How To Tell If You Need To Build Your Own Data Lake
In the current digital economy, data is the new oil, so an organisation can’t have too much of it. Today’s company executives are turning to data when making crucial business decisions in sales/marketing, operations, human resources and just about every aspect of the enterprise.
More data is becoming available in large volumes and from various sources, but turning plain data into actual usable information—i.e. facts, trends and statistical numbers, can be a complicated and tedious process. So, businesses have a choice. They could continue to acquire whatever data they can, then simply leave out what they can’t store, or they could invest in data warehouse technologies to process data faster and get the right information more quickly.
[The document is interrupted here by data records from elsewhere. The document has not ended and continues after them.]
// bernoulliD is B'(P) for B(P) = P/(eᴾ − 1): B'(P) = (B(P)/P)(1 − B(−P)),
// with a series near 0.
func bernoulliD(p float64) float64 {
	if math.Abs(p) < 0.1 {
		p2 := p * p
		return -0.5 + p/6 - p*p2/180 + p*p2*p2/5040
	}
	return sgB(p) / p * (1 - sgB(-p))
}

// lawCoef evaluates coefficient c at (x, u), or returns the constant k.
func lawCoef(c *Coef, x, u, k float64) (v, dv float64) {
	if c == nil {
		return k, 0
	}
	return c.Fn(x, u, 0)
}

// coefA returns the diffusivity of a quasilinear edge and its u-derivative.
func (s *nlSystem) coefA(ed *Edge, x, u float64) (float64, float64) {
	a0, _, _, _, _ := ed.Coeffs(x)
	var l *Coef
	if ed.Law != nil {
		l = ed.Law.A
	}
	return lawCoef(l, x, u, a0)
}

// quasiCoefs returns a, b, c, f and their u-derivatives at (x, u).
func quasiCoefs(ed *Edge, x, u float64) (a, da, b, db, c, dc, f, df float64) {
	a0, b0, c0, f0, _ := ed.Coeffs(x)
	l := ed.Law
	a, da = lawCoef(l.A, x, u, a0)
	b, db = lawCoef(l.B, x, u, b0)
	c, dc = lawCoef(l.C, x, u, c0)
	f, df = lawCoef(l.F, x, u, f0)
	return
}

func edgeLawError(ed *Edge, x, u float64, q string, v float64, want, why string) *LawError {
	if !finite(v) && ed.Law != nil {
		// A coefficient compiled from an expression names the part of it
		// that is not finite there.
		var c *Coef
		switch q {
		case "diffusivity":
			c = ed.Law.A
		case "drift":
			c = ed.Law.B
		}
		if c != nil && c.Why != nil {
			if w := c.Why(x, u, 0); w != "" {
				why = w
			}
		}
	}
	return &LawError{Object: "edge", ID: ed.ID, X: x, U: u, Quantity: q, Value: v, Want: want, Why: why}
}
The solution could be somewhere in between these options - a data lake.
But, first things first:
What is a data lake?
A data lake is a unified, centralised data repository where data is ingested and stored in its original form. Large quantities of structured, semi-structured and unstructured data can be stored in the lake, which makes it easy to immediately push data from different systems. Thus, another way to view a data lake is to see it as a big data architecture that uses the straightforward approach of store now, analyse later.
This is why data lakes offer a significant advantage to businesses which don’t yet have the necessary tools to process huge volumes of data. Companies can still ingest or capture all the data from both internal and external sources (and very cost-effectively, because data lakes cost way less than the traditional data warehouse). Companies can then store them in the lake as-is, until such time that they can be processed through different analytics and business intelligence technologies.
It’s time to build your own data lake when…
Equipped with this basic understanding of a data lake, creating one for your business may seem like the obvious answer. After all, data is always valuable, whether you are able to mine useful information now or in the future.
That said, having one’s own data lake may not be the right path for every company. How do you determine this? Well, it’s time to create your own data lake if most or all of the following scenarios are true for your organisation:
You’re dealing with different types of data.
Typically, data lakes are mostly utilised to store data generated from constant streams of high-velocity and high-volume sources. Streaming data include IoT sensors, security logs, product logs, web interactions, app activity and others. Costs can easily escalate when you attempt to put these types of data into structural databases as quickly as you can, and the information you get may not even be what you need.
Having a data lake allows you to store the data in the meantime, and then leverage the appropriate processing tools later so you can mine the data for exact purposes. This means, however, that if you’re working with data that’s already in standard, tabular formats, such as those generated by financial systems or CRM databases, then sticking with a conventional data warehouse might be the more fitting option for you.
Your data-acquisition process has become very resource-intensive.
Many companies are already using a data warehouse, but business directions can change and you may need to acquire more data from different sources. The process of ingesting new data sets, particularly if these are only semi-structured, could become very expensive.
That’s not even considering how your ETL (extract, transform and load) tool could easily become overloaded from having to transform additional data in new formats. In this case, building a data lake would allow you to ingest all the new data you want without requiring your current tool to process it all.
You want to keep all your data in one place.
Data lakes allow enterprises to keep their data all in one place. Having your data distributed in different locations works for some companies, but for those who need to have it in a single repository, a data lake can serve that purpose.
The benefits of having corporate data in one place include: having standardised access control and security policies, maximised storage costs, less administrative overhead, and the ability to use one single service to perform search, filter and transformation.
You don’t have immediate plans for all your data yet.
As mentioned previously, the data lake approach can be summed up as - store now, analyse later. This gives the business the flexibility to simply let all raw data (along with all the associated metadata) flow into the lake just to have it on hand, or with a future use case in mind. With a data warehouse, the data typically needs to be stored in a specific format because there’s already a particular use case for it.
It’s important to remember, however, that you will eventually have to determine exactly what you want from your data. Otherwise, you risk turning your data lake into a data swamp where there is this goldmine of data which never produces anything useful.
Once you know what insights you need, you can assess if you are collecting enough data, and then invest in data scientists, ETL operations and BI or data visualisation tools to generate the information that will help drive your business decisions.